A scuba diver has an air tank with a volume of 0.010 m^3. The air in the tank is initially at a pressure of 1.0x10^7 Pa. Assume that the diver breathes 0.400 L/s of air. Find how long the tank will last at a depth of each of the following.
(a) 1.0 m
min
(b) 10.0 m
Please someone help me on this I don't know how to do this. thank you.
min
To solve this problem, we need to use the formula for Boyle's Law, which states that the pressure and volume of a gas are inversely proportional at a constant temperature. The formula is:
P1V1 = P2V2
Where P1 is the initial pressure, V1 is the initial volume, P2 is the final pressure, and V2 is the final volume.

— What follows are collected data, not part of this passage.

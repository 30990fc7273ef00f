"""Every plain formula, recalculated by three spreadsheet engines, gives what Python gives.

Outside: LibreOffice Calc, formualizer and IronCalc (see recalculate.py) for the formulas, astropy
for the densities that a Settings sheet derives. Rows are made from what the catalogue says of each
argument, so a new function is held here without a line written. Ill-conditioned input is kept out
of them: no observed wavelength or frequency lies within 0.1 % of the rest value unless it is
equal, since the last bit of the quotient would then decide the ninth digit of z.
"""

import random
import re
from dataclasses import dataclass
from itertools import product
from math import inf, isclose
from pathlib import Path
from typing import Any

import pytest
from astropy.cosmology import FLRW, Planck18, w0waCDM
from openpyxl import Workbook
from openpyxl.workbook.defined_name import DefinedName
from recalculate import ENGINES, ErrorCell, Value, recalculated

from cellfuncs import CATALOGUE, CellError, Function
from cellfuncs.bridges.formula import (
    HIDDEN_TABLES,
    LONGEST,
    SETTINGS_COSMOLOGY,
    FormulaError,
    derived_settings,
    guarded,
    text_of,
)
from cellfuncs.catalogue import Argument, Choice, CosmologySet, Number, Word
from cellfuncs.families.sky import AngleText, Moment
from cellfuncs.families.spectrum import LineName
from cellfuncs.physics.expansion import cosmology_from
from cellfuncs.physics.lines import lines
from cellfuncs.symbols import Expr, NotTraceable, name, node

# What follows the Earth or reads a text takes working columns: test_steps.py.
TRACEABLE = [
    made
    for made in CATALOGUE.values()
    if made.traceable and not any(isinstance(each, (Moment, AngleText)) for each in made.arguments)
]
OTHERS = [made for made in CATALOGUE.values() if not made.traceable]
OF_COSMOLOGY = [
    made for made in TRACEABLE if any(isinstance(each, CosmologySet) for each in made.arguments)
]

every_engine = pytest.mark.parametrize("engine", ENGINES)


def of(functions: list[Function]) -> pytest.MarkDecorator:
    return pytest.mark.parametrize("made", functions, ids=lambda made: made.name)


# One published set with a massive neutrino, one without; open and closed spaces with dark energy
# that varies; a closed space whose antipode is in sight; a universe that bounced before z = 1 and
# was never smaller (the last two: Carroll, Press & Turner 1992, ARA&A 30, 499, figure 1).
SETS: dict[str, Any] = {
    "Planck18": "Planck18",
    "WMAP9": "WMAP9",
    "open": {
        "H0": 70.0,
        "Om0": 0.3,
        "Ode0": 0.6,
        "w0": -0.9,
        "wa": 0.2,
        "Tcmb0": 2.7255,
        "Neff": 3.04,
        "m_nu": [0.01, 0.02, 0.1],
    },
    "closed": {"H0": 72.5, "Om0": 0.35, "Ode0": 0.72, "w0": -1.1, "wa": -0.3, "Tcmb0": 2.7},
    "antipode": {"H0": 65.0, "Om0": 2.0, "Ode0": 2.0, "Tcmb0": 2.7255},
    "bounce": {"H0": 65.0, "Om0": 0.1, "Ode0": 1.5, "Tcmb0": 2.7255},
    "empty": {"H0": 65.0, "Om0": 0.0, "Ode0": 0.0, "Tcmb0": 0.0},
}

REDSHIFTS = (
    *(-0.999, -0.5, -0.01, -1e-6, 0.0, 1e-9, 1e-6, 1e-4, 0.003, 0.0312, 0.1, 0.5, 0.75, 1.0),
    *(1.9, 2.5, 3.3, 7.0, 20.0, 150.0, 1100.0, 1e5),
)
LADDER = (1e-6, 1e-3, 0.02, 0.7, 1.0, 17.25, 70.0, 480.0, 1500.0, 31_000.0, 2.9e5, 4.1e7, 1e300)
GRIDS: dict[str, tuple[float, ...]] = {
    "Angstrom": (
        *(0.5, 121.3, 1215.67, 1990.0, 1999.3, 1999.4, 1999.9999, 2000.0, 2000.2, 3728.8, 5006.84),
        *(6892.84, 9071.1, 21_218.0, 5e4, 2.1e9, 1e30),
    ),
    "GHz": (0.32, 1.420405751786, 34.9, 109.78, 115.2712018, 230.538, 5.6e5, 1e300),
    "mag": (-26.7, -1.5, 0.03, 5.0, 17.5, 31.1, 44.2, 999.0),
    "km.s-1": (
        *(-299_000.0, -31_000.0, -250.5, -0.01, 0.0, 1e-4, 12.5, 1500.0, 31_000.0, 150_000.0),
        *(299_000.0, 400_000.0),
    ),
}
GRIDS["deg"] = (-89.2, -33.3, -0.01, 0.0, 12.5, 45.0, 89.9, 123.4, 266.4, 359.99)
ORDINARY = {"": 0.05, "Angstrom": 6892.84, "GHz": 109.78, "km.s-1": 1500.0, "mag": 17.5}

SPELLINGS = (
    *("H alpha", "Halpha", "  h ALPHA ", "H-alpha", "Hα", "H_alpha", "H\u00a0alpha", "[OIII]5007"),
    *("[O III] 5007", "[o iii] λ5007", "O III 5007 Å", "[O III]\u20115007", "Ca K", "ca ii k"),
    *("CIV1548", "C IV 1549", "Lya", "Ly\u2212alpha", "21 cm"),
)
# What no line is: among them patterns that a spreadsheet's MATCH may take for wildcards.
NO_LINES = (
    *("H omega", "Mg II", "[O II]", "5007", "-", "[]", "*", "H*", "H ?lpha", "halph~a", "~*"),
    *('H "alpha"', "Halpha;Hbeta", "x" * 300),
)
UNIT_PAIRS = (("nm", "Angstrom"), ("km/s", "m.s-1"), ("kpc", "lyr"), ("mag", "mag"), ("deg", "rad"))


def as_written(value: Any) -> Any:
    """Give a number as openpyxl writes it."""
    return float(f"{value:.16g}") if type(value) is float else value


def numbers(argument: Number) -> list[float]:
    """Give numbers of all sizes, and both sides of each limit."""
    if argument.unit == "" and argument.name.startswith("z"):
        grid = REDSHIFTS
    else:
        grid = GRIDS.get(argument.unit, (*(-each for each in LADDER), 0.0, *LADDER))
    around = [
        limit + side * max(abs(limit), 1.0)
        for limit in (argument.above, argument.at_least, argument.below, argument.at_most)
        if abs(limit) < inf
        for side in (-1e-2, -1e-9, 0.0, 1e-9, 1e-2)
    ]
    return [*grid, *around]


def good_values(argument: Argument) -> list[Any]:
    """Give what the argument takes, in the order of one's first choice."""
    if isinstance(argument, Number):
        ordinary = ORDINARY.get(argument.unit, 1.0)
        return [ordinary, *numbers(argument), *([None] if argument.optional else [])]
    if isinstance(argument, LineName):
        table = lines()
        rotated = [
            line.spellings[index % len(line.spellings)]
            for index, line in enumerate(table)
            if line.spellings
        ]
        return [*SPELLINGS, *(line.name for line in table), *rotated]
    if isinstance(argument, Choice):
        forms = (str.lower, str.upper, str.title, lambda word: f"  {word} ")
        written = [forms[at % 4](word) for word in argument.choices for at in range(4)]
        return [*argument.choices, *written, *([None] if argument.optional else [])]
    raise AssertionError(f"{argument.name}: this test knows no values of a {type(argument)}")


def bad_values(argument: Argument) -> list[Any]:
    common = [None, "   ", "no such thing"]
    if isinstance(argument, Number):
        return [*common, "0.5", "1e3", True, False]
    if isinstance(argument, LineName):
        return [*common, *NO_LINES, 5007.0]
    return [*common, "*", "?" * len(argument.choices[0]), 3.0]  # type: ignore[attr-defined]


def ill_conditioned(made: Function, row: tuple[Any, ...]) -> bool:
    if made.name not in ("REDSHIFT_FROM_WAVELENGTH", "REDSHIFT_FROM_FREQUENCY"):
        return False
    observed, rest = row
    if type(observed) is not float or type(rest) is not float:
        return False
    return 0 < abs(observed - rest) < 1e-3 * abs(rest)


def in_cells(made: Function) -> list[Argument]:
    """Give the arguments that stand in cells: not the cosmology, and no unit, which is text."""
    return [
        argument
        for argument in made.arguments
        if not isinstance(argument, CosmologySet) and type(argument) is not Word
    ]


def rows_of(made: Function, *, thorough: bool = True) -> list[tuple[Any, ...]]:
    """Give each value once beside ordinary ones, each bad value so, and a mixture.

    Where it is not thorough, only redshifts are gone through.
    """
    arguments = in_cells(made)
    choices = [good_values(argument) for argument in arguments]
    ordinary = [values[0] for values in choices]
    rows = [
        (*ordinary[:at], value, *ordinary[at + 1 :])
        for at, argument in enumerate(arguments)
        if thorough or argument.name.startswith("z")
        for value in (*choices[at], *(bad_values(argument) if thorough else ()))
    ]
    some = random.Random(made.name)
    if len(arguments) > 1:
        rows += [tuple(map(some.choice, choices)) for _ in range(60 if thorough else 15)]
    return [tuple(map(as_written, row)) for row in rows if not ill_conditioned(made, row)]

First, let's convert the given values to SI units.
The initial volume V1 is given as 0.010 m^3. No conversion is needed.
The initial pressure P1 is given as 1.0x10^7 Pa. No conversion is needed.
The diver breathes 0.400 L/s of air. To find the change in volume per second, we need to convert liters to cubic meters:
0.400 L/s = 0.400 x (1/1000) m^3/s = 0.0004 m^3/s
Now let's find the final volume V2 at each depth.
(a) Depth of 1.0 m:
According to Boyle's Law, the pressure increases by 1 atm for every 10 m of depth. Therefore, at a depth of 1.0 m, the pressure will increase by 1/10 atm.
The final pressure P2 at a depth of 1.0 m is:
P2 = P1 + ΔP
= 1.0 x 10^7 Pa + (1/10 x 1.013 x 10^5 Pa) [1 atm = 1.013 x 10^5 Pa]
= 1.0 x 10^7 Pa + 1.013 x 10^6 Pa
= 1.1013 x 10^7 Pa
Now we can find the final volume V2 at a depth of 1.0 m using Boyle's Law:
P1V1 = P2V2
(1.0 x 10^7 Pa)(0.010 m^3) = (1.1013 x 10^7 Pa)V2
V2 = (1.0 x 10^7 Pa)(0.010 m^3) / (1.1013 x 10^7 Pa)
= 0.00908 m^3
Now, let's calculate how long the tank will last at a depth of 1.0 m:
The change in volume per second is 0.0004 m^3/s. Therefore, the tank will last:
Time = V2 / (change in volume per second)
= 0.00908 m^3 / 0.0004 m^3/s
= 22.7 seconds
(b) Depth of 10.0 m:
Using the same steps as above, we can find the final volume V2 and calculate the time:
Final pressure P2 at a depth of 10.0 m is:
P2 = P1 + ΔP
= 1.0 x 10^7 Pa + (10/10 x 1.013 x 10^5 Pa) [1 atm = 1.013 x 10^5 Pa]
= 1.0 x 10^7 Pa + 1.013 x 10^6 Pa
= 1.1013 x 10^7 Pa
Using Boyle's Law:
P1V1 = P2V2
(1.0 x 10^7 Pa)(0.010 m^3) = (1.1013 x 10^7 Pa)V2
V2 = (1.0 x 10^7 Pa)(0.010 m^3) / (1.1013 x 10^7 Pa)
= 0.00908 m^3
The tank will last:
Time = V2 / (change in volume per second)
= 0.00908 m^3 / 0.0004 m^3/s
= 22.7 seconds
Therefore, regardless of the depth, the tank will last approximately 22.7 seconds.